科斯定理主要表明,在不存在交易费用时,无论资源初始分配如何,经济主体可以通过私人谈判自由达成有效的资源配置。
科斯定理的核心思想是,当交易费用为零时,资源的最终配置不取决于初始分配,而取决于交易各方的私人谈判。
科斯定理公司定理《科斯定理:公司的界定》科斯定理,又称为公司定理,是一种由美国经济学家罗纳德·科斯(Ronald Coase)提出的理论,在经济学领域具有重要的影响力。

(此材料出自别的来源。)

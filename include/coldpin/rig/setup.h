// A rig, described: interface, wiring, fixture, limits, calibration; and, for the simulated back end, the
// truth about the pretended interface and preamp. Plain data: rig files are read by the profile room.
//
// Channels count from 1, as on an interface's front. Uncertainties are expanded (k = 2), in dB.
#pragma once

#include <filesystem>
#include <map>
#include <optional>
#include <string>
#include <vector>

namespace coldpin::rig {

enum class BackendKind { portaudio, simulated, stored };

struct AudioSetup {
    BackendKind backend = BackendKind::simulated;
    std::string host_api;       // empty: whichever offers the device
    std::string output_device;  // name, or the part of it that makes it unique
    std::string input_device;   // empty: the same device
    double sample_rate_hz = 48000.0;
    unsigned frames_per_buffer = 0;  // 0: what the driver likes best
};

struct Routing {
    int differential_output = 1;
    std::optional<int> common_mode_output;  // none: one plug is moved between pad and feed
    std::vector<int> device_inputs = {1};   // one per channel of the unit that is wired at once
    std::optional<int> reference_input;     // hears what is sent, if wired
};

struct Fixture {
    std::string name = "direct";
    double differential_loss_db = 0.0;  // output full scale to the preamp's input, loaded
    double differential_loss_uncertainty_db = 0.0;
    double common_mode_loss_db = 0.0;  // output to common-mode voltage at the preamp's input
    double common_mode_loss_uncertainty_db = 0.0;
    double source_ohms = 150.0;                // what the preamp's input sees between its legs
    std::optional<double> rejection_limit_db;  // the best rejection that the fixture's own balance can prove
};

// What must never be exceeded, whatever a plan asks.
struct Limits {
    std::optional<double> max_preamp_input_dbu;
    std::optional<double> max_preamp_common_mode_dbu;
    std::optional<double> max_preamp_output_dbu;
};

struct Calibration {
    double output_full_scale_dbu = 0.0;
    double output_uncertainty_db = 0.0;
    std::optional<double> common_mode_output_full_scale_dbu;  // absent: as the differential output's
    double input_full_scale_dbu = 0.0;
    double input_uncertainty_db = 0.0;
    std::optional<double> reference_full_scale_dbu;
    std::string time_utc;  // ISO 8601
    std::string remark;    // who, and whatever else
    std::string knobs{};   // where the interface's controls stood, in the user's words
    std::string meter{};   // which meter, its range and accuracy

    // What the loop from output to input was like then; absent where it was not measured.
    std::optional<double> loop_latency_frames{};
    std::optional<double> loop_noise_dbfs{};     // RMS, 20 Hz to 20 kHz, input on the silent output
    std::optional<double> loop_distortion_db{};  // harmonics 2 to 5 of 997 Hz at -3 dBFS, re the fundamental
    std::optional<double> loop_deviation_db{};   // largest from flat, 20 Hz to 20 kHz
    std::optional<double> loop_crosstalk_db{};   // of the other inputs, worst
    std::optional<double> loop_dc{};             // of the device's input, full scale = 1
};

// The pretended interface.
struct SimulatedInterface {
    double output_full_scale_dbu = 18.0;
    double input_full_scale_dbu = 18.0;
    std::optional<double> reference_full_scale_dbu = {};  // absent: as the calibration says
    double input_noise_dbfs = -104.0;                     // RMS, 20 Hz to 20 kHz
    double output_noise_dbfs = -106.0;                    // RMS, 20 Hz to 20 kHz, while playing or idle
    double latency_frames = 391.37;                       // round trip, fractional
    double ac_corner_hz = 1.0;                            // of output and input together, first order
    double second_harmonic_db = -104.0;                   // at full scale, of the loop
    double third_harmonic_db = -108.0;
    double leakage_db = -112.0;  // output to input inside the interface, flat
    double ground_loop_hum_dbfs =
        -112.0;                    // fundamental's RMS at the input, through its loop when a unit is there
    double own_hum_dbfs = -300.0;  // ... of the interface alone
    double mains_hz = 50.013;
    double mains_drift_hz_per_s = 0.0005;
};

// The pretended preamp. Levels at its input are differential dBu.
struct SimulatedPreamp {
    std::string name = "simulated preamp";
    std::map<std::string, double> gain_db_by_setting = {{"", 40.0}};
    double lower_corner_hz = 6.0;      // first order
    double upper_corner_hz = 65000.0;  // first order
    double input_noise_nv = 1.6;       // nV/sqrt(Hz), voltage
    double input_noise_pa = 1.0;       // pA/sqrt(Hz), current, into source_ohms
    double flicker_corner_hz = 60.0;
    double hum_input_dbu = -128.0;        // fundamental picked up, referred to the input
    double hum_harmonic_slope_db = -8.0;  // per odd harmonic after the first; even ones 12 dB lower
    double rejection_db = 86.0;           // at low frequencies
    double rejection_corner_hz = 3000.0;  // falls 6 dB an octave above
    double max_output_dbu = 22.0;         // clips softly just below, hard at
    double second_harmonic_db = -98.0;    // at +4 dBu out
    double third_harmonic_db = -106.0;
    int polarity = 1;
    // A second channel of the unit that differs from the first: added to every gain.
    double second_channel_gain_offset_db = 0.03;
};

// What goes wrong in the pretended path and at the pretended bench, to be found by content alone.
struct SimulatedFaults {
    std::vector<int> lose_frames_in_takes;    // numbers (from 1) of takes that lose frames in mid-stimulus
    int lost_frames = 7;                      // so many
    std::vector<int> repeat_frames_in_takes;  // that repeat 32 frames
    std::vector<int> zero_frames_in_takes;    // that hold 40 frames of exact zeros

    // The operating system and the interface's own mixer.
    std::optional<double> resample_to_hz;  // the path really runs at this rate
    int resampler_half_width = 16;         // zero crossings of its sinc: few make images
    std::optional<double> limiter_dbfs;    // of the inputs: from here on
    double limiter_ratio = 3.0;
    double limiter_attack_s = 0.005;
    double limiter_release_s = 0.1;
    double bass_boost_db = 0.0;  // an "enhancement": shelf below 200 Hz
    double monitor_mix = 0.0;    // share of the device's input heard in the outputs
    double monitor_delay_frames = 64.0;
    bool mono_outputs = false;
    bool mono_inputs = false;
    bool outputs_swapped = false;
    bool inputs_swapped = false;
    std::optional<int> dead_output;
    std::optional<int> dead_input;
    double output_moved_db = 0.0;  // the output's knob stands so much higher than the interface's figures say
    double clock_ppm = 0.0;        // the input's clock is faster by so much
    double clock_drift_ppm_per_s = 0.0;

    // The bench.
    double fixture_hum_dbu = -300.0;  // picked up by fixture and generator, at the preamp's input
    bool unplugged = false;           // exact zeros everywhere
    bool unit_off = false;
    bool feed_not_reaching = false;  // nothing arrives at the preamp's input
    bool output_not_connected = false;
    bool output_in_reference = false;  // the unit's output plug sits in the reference input
    bool common_mode_dead = false;
    bool cold_leg_open = false;
    bool legs_swapped = false;
    double pad_error_db = 0.0;   // the pad loses that much more than the rig file says
    double gain_error_db = 0.0;  // the gain control stands so much higher
};

struct SimulatedSetup {
    SimulatedInterface interface;
    std::optional<SimulatedPreamp> preamp;  // absent: the device profile's pretended unit, else the default
    SimulatedFaults faults;
    unsigned long seed = 1;
    bool real_time = false;
};

struct Setup {
    std::string name = "simulated";
    AudioSetup audio;
    Routing routing;
    Fixture fixture;
    std::string fixture_key = "head";  // its NAME in [fixtures.NAME]
    Limits limits;
    std::optional<Calibration> calibration;  // absent: nothing in volts can be measured
    SimulatedSetup simulated;
    std::filesystem::path stored_folder;  // of the stored back end
    double temperature_c = 20.0;
};

}  // namespace coldpin::rig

科斯定理主要涉及企业的边界和组织方式,探讨了企业内部和企业之间的交易行为。
科斯定理的核心思想是,企业的存在是为了解决市场交易的成本。
在市场交易中,存在一系列的交易成本,包括寻找合适的交易对象、商定交易条件、履行合同等。
这些成本可能会限制交易的效率。
科斯认为,为了降低交易成本,企业会决定将某些交易通过内部组织来进行,而不是通过市场交易。
具体来说,科斯定理提出了两个基本概念:交易成本和边界成本。
交易成本是指进行市场交易所需的费用,在一定程度上取决于市场的竞争程度、信息的不完全性等。
而边界成本是指将一项活动从市场交易转移到内部组织时所需的费用,主要涉及管理、监督和协调等方面的成本。
根据科斯定理,企业内部的组织形式可以被视为一种经济计划的方式,通过集中管理和控制来避免市场交易的不完备性和高成本。
而企业之间的交易则是为了利用市场的完备性和竞争来降低成本。
科斯定理的应用范围广泛,不仅适用于传统的企业组织形式,也适用于现代的网络经济和共享经济。
例如,在共享经济中,平台企业通过建立内部规则和制度来控制和协调交易行为,从而降低交易成本,并提供高效的服务。
科斯定理的提出对于企业和政策决策者具有重要意义。
它提醒企业需要更加关注交易成本和边界成本,合理选择市场交易和内部组织的边界。
对于政策决策者而言,科斯定理也提供了一种思考企业组织和市场监管的新角度。
总之,科斯定理揭示了企业存在的理由和组织方式,通过降低交易成本,提供高效的交易平台。
它为我们理解企业行为和市场机制提供了重要的理论基础,对于经济学和管理学的发展具有深远的影响。